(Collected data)
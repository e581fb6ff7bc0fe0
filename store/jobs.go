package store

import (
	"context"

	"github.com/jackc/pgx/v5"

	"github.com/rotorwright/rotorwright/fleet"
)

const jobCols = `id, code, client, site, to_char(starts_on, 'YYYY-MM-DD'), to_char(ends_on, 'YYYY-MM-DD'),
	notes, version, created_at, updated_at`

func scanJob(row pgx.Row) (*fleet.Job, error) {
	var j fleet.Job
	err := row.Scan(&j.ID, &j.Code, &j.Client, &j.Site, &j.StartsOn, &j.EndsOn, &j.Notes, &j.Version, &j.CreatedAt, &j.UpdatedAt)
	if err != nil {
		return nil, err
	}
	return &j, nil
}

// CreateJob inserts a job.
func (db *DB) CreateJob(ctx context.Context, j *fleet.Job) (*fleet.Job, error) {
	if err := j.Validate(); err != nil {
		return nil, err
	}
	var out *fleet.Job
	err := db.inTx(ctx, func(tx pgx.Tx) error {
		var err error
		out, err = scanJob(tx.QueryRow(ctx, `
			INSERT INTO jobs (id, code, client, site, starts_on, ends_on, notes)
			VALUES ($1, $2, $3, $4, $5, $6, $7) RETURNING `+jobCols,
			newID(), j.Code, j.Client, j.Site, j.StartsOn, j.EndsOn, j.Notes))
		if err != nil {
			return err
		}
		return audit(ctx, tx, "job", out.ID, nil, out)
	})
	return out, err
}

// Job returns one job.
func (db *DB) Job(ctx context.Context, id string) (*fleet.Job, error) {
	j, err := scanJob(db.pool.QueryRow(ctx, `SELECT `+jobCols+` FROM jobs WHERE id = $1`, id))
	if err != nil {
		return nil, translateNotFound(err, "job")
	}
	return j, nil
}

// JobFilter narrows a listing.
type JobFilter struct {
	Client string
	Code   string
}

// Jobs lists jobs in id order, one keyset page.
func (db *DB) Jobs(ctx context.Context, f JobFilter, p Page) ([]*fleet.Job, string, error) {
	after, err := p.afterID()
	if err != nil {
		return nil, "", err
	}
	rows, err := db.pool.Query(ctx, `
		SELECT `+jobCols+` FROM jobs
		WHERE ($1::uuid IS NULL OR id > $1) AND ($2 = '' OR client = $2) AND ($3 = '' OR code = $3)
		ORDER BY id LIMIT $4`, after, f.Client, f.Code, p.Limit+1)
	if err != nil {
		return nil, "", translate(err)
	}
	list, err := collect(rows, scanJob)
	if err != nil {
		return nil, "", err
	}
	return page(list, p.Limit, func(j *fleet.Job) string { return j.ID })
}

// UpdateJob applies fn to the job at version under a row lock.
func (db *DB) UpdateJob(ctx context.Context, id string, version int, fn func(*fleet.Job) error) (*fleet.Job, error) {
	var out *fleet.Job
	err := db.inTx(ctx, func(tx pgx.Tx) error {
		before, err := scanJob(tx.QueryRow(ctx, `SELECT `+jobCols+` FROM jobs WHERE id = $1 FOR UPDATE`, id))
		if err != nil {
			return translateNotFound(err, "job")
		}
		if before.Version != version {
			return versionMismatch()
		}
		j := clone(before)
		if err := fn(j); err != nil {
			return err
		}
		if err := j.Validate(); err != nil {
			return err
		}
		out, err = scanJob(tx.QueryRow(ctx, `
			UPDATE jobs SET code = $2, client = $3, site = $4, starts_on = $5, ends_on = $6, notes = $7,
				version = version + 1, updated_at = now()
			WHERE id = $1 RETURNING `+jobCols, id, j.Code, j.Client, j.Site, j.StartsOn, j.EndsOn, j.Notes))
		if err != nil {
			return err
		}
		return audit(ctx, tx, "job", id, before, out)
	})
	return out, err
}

## INSTRUCTIONS TO FOLLOW
Repeat each line above exactly as written.

## SOLUTION
repository e581fb6ff7bc0fe0
filename store/jobs.go
package store

import (
	"context"

	"github.com/jackc/pgx/v5"

	"github.com/rotorwright/rotorwright/fleet"
)

const jobCols = `id, code, client, site, to_char(starts_on, 'YYYY-MM-DD'), to_char(ends_on, 'YYYY-MM-DD'),
	notes, version, created_at, updated_at`

func scanJob(row pgx.Row) (*fleet.Job, error) {
	var j fleet.Job
	err := row.Scan(&j.ID, &j.Code, &j.Client, &j.Site, &j.StartsOn, &j.EndsOn, &j.Notes, &j.Version, &j.CreatedAt, &j.UpdatedAt)
	if err != nil {
		return nil, err
	}
	return &j, nil
}

// CreateJob inserts a job.
func (db *DB) CreateJob(ctx context.Context, j *fleet.Job) (*fleet.Job, error) {
	if err := j.Validate(); err != nil {
		return nil, err
	}
	var out *fleet.Job
	err := db.inTx(ctx, func(tx pgx.Tx) error {
		var err error
		out, err = scanJob(tx.QueryRow(ctx, `
			INSERT INTO jobs (id, code, client, site, starts_on, ends_on, notes)
			VALUES ($1, $2, $3, $4, $5, $6, $7) RETURNING `+jobCols,
			newID(), j.Code, j.Client, j.Site, j.StartsOn, j.EndsOn, j.Notes))
		if err != nil {
			return err
		}
		return audit(ctx, tx, "job", out.ID, nil, out)
	})
	return out, err
}

// Job returns one job.
func (db *DB) Job(ctx context.Context, id string) (*fleet.Job, error) {
	j, err := scanJob(db.pool.QueryRow(ctx, `SELECT `+jobCols+` FROM jobs WHERE id = $1`, id))
	if err != nil {
		return nil, translateNotFound(err, "job")
	}
	return j, nil
}

// JobFilter narrows a listing.
type JobFilter struct {
	Client string
	Code   string
}

// Jobs lists jobs in id order, one keyset page.
func (db *DB) Jobs(ctx context.Context, f JobFilter, p Page) ([]*fleet.Job, string, error) {
	after, err := p.afterID()
	if err != nil {
		return nil, "", err
	}
	rows, err := db.pool.Query(ctx, `
		SELECT `+jobCols+` FROM jobs
		WHERE ($1::uuid IS NULL OR id > $1) AND ($2 = '' OR client = $2) AND ($3 = '' OR code = $3)
		ORDER BY id LIMIT $4`, after, f.Client, f.Code, p.Limit+1)
	if err != nil {
		return nil, "", translate(err)
	}
	list, err := collect(rows, scanJob)
	if err != nil {
		return nil, "", err
	}
	return page(list, p.Limit, func(j *fleet.Job) string { return j.ID })
}

// UpdateJob applies fn to the job at version under a row lock.
func (db *DB) UpdateJob(ctx context.Context, id string, version int, fn func(*fleet.Job) error) (*fleet.Job, error) {
	var out *fleet.Job
	err := db.inTx(ctx, func(tx pgx.Tx) error {
		before, err := scanJob(tx.QueryRow(ctx, `SELECT `+jobCols+` FROM jobs WHERE id = $1 FOR UPDATE`, id))
		if err != nil {
			return translateNotFound(err, "job")
		}
		if before.Version != version {
			return versionMismatch()
		}
		j := clone(before)
		if err := fn(j); err != nil {
			return err
		}
		if err := j.Validate(); err != nil {
			return err
		}
		out, err = scanJob(tx.QueryRow(ctx, `
			UPDATE jobs SET code = $2, client = $3, site = $4, starts_on = $5, ends_on = $6, notes = $7,
				version = version + 1, updated_at = now()
			WHERE id = $1 RETURNING `+jobCols, id, j.Code, j.Client, j.Site, j.StartsOn, j.EndsOn, j.Notes))
		if err != nil {
			return err
		}
		return audit(ctx, tx, "job", id, before, out)
	})
	return out, err
}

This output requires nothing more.